Work request:
Using the entries that follow, write out the line containing "describe, expect, it", the line containing "it('takes what makes", and every line between them, exactly and nothing else.

[Available data — start]

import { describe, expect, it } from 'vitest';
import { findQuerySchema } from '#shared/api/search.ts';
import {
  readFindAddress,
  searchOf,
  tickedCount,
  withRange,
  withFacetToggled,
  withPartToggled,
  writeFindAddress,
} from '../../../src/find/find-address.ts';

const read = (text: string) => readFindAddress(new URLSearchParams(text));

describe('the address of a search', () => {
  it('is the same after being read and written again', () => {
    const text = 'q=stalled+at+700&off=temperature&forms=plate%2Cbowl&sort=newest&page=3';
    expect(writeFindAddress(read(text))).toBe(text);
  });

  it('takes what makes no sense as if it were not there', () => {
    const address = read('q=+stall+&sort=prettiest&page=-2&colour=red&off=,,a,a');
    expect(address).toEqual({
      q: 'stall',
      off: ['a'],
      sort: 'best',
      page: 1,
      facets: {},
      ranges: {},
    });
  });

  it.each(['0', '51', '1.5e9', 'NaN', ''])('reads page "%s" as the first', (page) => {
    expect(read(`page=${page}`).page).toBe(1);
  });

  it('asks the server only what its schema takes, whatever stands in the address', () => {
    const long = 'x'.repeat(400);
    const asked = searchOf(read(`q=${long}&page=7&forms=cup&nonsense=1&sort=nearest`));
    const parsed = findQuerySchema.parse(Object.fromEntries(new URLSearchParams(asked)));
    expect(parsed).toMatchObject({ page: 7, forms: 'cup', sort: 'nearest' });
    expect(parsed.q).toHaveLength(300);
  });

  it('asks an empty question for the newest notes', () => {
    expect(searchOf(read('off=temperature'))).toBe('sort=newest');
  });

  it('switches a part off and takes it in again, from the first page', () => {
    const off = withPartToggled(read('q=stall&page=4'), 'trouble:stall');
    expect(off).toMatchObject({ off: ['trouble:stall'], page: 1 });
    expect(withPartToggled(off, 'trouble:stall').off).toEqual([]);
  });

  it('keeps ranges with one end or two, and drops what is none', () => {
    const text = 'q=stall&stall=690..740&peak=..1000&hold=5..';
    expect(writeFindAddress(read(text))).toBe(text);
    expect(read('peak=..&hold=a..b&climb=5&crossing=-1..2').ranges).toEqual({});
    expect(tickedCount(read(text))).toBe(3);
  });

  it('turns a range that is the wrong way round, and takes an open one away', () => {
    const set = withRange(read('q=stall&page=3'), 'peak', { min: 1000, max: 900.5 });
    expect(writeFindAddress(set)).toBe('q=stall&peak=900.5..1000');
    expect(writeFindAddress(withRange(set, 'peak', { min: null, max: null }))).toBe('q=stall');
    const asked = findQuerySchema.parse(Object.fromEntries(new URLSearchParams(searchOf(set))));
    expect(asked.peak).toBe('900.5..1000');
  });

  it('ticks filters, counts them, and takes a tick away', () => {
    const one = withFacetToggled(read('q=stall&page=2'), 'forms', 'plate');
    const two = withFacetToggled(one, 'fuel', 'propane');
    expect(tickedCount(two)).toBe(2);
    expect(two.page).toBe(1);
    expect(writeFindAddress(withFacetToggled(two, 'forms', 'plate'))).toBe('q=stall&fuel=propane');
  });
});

[Available data — finish]
[Available data — start]

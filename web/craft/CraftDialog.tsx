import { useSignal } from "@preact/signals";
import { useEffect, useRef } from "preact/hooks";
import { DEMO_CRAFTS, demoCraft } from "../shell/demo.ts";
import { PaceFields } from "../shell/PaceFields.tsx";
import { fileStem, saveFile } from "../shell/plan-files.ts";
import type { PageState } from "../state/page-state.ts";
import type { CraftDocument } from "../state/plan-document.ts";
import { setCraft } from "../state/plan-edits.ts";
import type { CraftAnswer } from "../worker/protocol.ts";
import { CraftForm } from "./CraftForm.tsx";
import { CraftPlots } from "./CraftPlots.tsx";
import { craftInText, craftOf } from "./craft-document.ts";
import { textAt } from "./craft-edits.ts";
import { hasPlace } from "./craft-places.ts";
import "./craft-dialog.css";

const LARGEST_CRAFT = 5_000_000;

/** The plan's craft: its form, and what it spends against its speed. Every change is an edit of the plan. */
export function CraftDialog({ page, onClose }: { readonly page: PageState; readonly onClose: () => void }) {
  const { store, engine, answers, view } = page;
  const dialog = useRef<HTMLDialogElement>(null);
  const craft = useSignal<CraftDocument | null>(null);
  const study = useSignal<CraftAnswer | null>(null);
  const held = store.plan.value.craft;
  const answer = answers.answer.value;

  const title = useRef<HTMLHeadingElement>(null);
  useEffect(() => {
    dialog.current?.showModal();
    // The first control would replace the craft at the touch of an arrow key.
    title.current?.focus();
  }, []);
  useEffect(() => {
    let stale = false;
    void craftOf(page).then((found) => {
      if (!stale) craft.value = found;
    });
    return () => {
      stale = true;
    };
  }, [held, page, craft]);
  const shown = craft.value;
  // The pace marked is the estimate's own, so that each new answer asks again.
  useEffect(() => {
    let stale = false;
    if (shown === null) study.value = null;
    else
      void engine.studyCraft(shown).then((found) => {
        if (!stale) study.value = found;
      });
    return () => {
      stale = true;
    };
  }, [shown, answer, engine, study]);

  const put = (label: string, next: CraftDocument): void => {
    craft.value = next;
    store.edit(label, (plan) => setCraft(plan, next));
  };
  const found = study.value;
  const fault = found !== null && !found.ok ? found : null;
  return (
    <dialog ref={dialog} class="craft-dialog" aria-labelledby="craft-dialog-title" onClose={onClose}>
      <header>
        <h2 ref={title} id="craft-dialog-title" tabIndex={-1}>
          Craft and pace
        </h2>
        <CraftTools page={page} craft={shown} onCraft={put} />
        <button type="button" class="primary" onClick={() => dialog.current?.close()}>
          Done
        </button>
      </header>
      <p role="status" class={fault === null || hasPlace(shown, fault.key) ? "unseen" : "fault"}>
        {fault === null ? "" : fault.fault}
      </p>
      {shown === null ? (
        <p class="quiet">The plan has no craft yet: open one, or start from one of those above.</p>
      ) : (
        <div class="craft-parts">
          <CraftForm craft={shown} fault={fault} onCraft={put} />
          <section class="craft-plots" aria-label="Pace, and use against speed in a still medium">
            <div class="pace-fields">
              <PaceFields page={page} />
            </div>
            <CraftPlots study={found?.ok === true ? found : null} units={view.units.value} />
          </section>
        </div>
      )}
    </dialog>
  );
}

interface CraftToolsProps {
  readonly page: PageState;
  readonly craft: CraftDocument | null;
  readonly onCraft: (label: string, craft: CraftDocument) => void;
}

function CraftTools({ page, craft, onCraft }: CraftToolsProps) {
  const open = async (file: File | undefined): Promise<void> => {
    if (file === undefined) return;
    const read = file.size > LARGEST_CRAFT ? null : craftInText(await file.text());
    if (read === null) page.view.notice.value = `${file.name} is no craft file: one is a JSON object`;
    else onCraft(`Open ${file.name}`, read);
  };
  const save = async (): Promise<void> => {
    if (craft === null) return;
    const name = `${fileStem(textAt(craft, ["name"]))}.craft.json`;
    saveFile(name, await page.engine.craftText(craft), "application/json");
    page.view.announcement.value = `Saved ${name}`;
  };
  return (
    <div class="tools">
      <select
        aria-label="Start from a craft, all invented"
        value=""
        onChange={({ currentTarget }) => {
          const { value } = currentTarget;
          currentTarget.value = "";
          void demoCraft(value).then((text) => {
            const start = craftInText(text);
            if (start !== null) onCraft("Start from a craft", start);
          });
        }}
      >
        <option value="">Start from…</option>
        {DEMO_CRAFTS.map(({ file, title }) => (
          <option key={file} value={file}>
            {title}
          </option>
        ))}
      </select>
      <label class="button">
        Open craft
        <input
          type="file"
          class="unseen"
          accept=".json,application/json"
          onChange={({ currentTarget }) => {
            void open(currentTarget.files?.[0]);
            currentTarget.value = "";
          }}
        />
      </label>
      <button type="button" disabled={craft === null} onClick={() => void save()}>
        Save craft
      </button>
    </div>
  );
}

[Available data — finish]

Solution to this problem:
import { describe, expect, it } from 'vitest';
import { findQuerySchema } from '#shared/api/search.ts';
import {
  readFindAddress,
  searchOf,
  tickedCount,
  withRange,
  withFacetToggled,
  withPartToggled,
  writeFindAddress,
} from '../../../src/find/find-address.ts';

const read = (text: string) => readFindAddress(new URLSearchParams(text));

describe('the address of a search', () => {
  it('is the same after being read and written again', () => {
    const text = 'q=stalled+at+700&off=temperature&forms=plate%2Cbowl&sort=newest&page=3';
    expect(writeFindAddress(read(text))).toBe(text);
  });

  it('takes what makes no sense as if it were not there', () => {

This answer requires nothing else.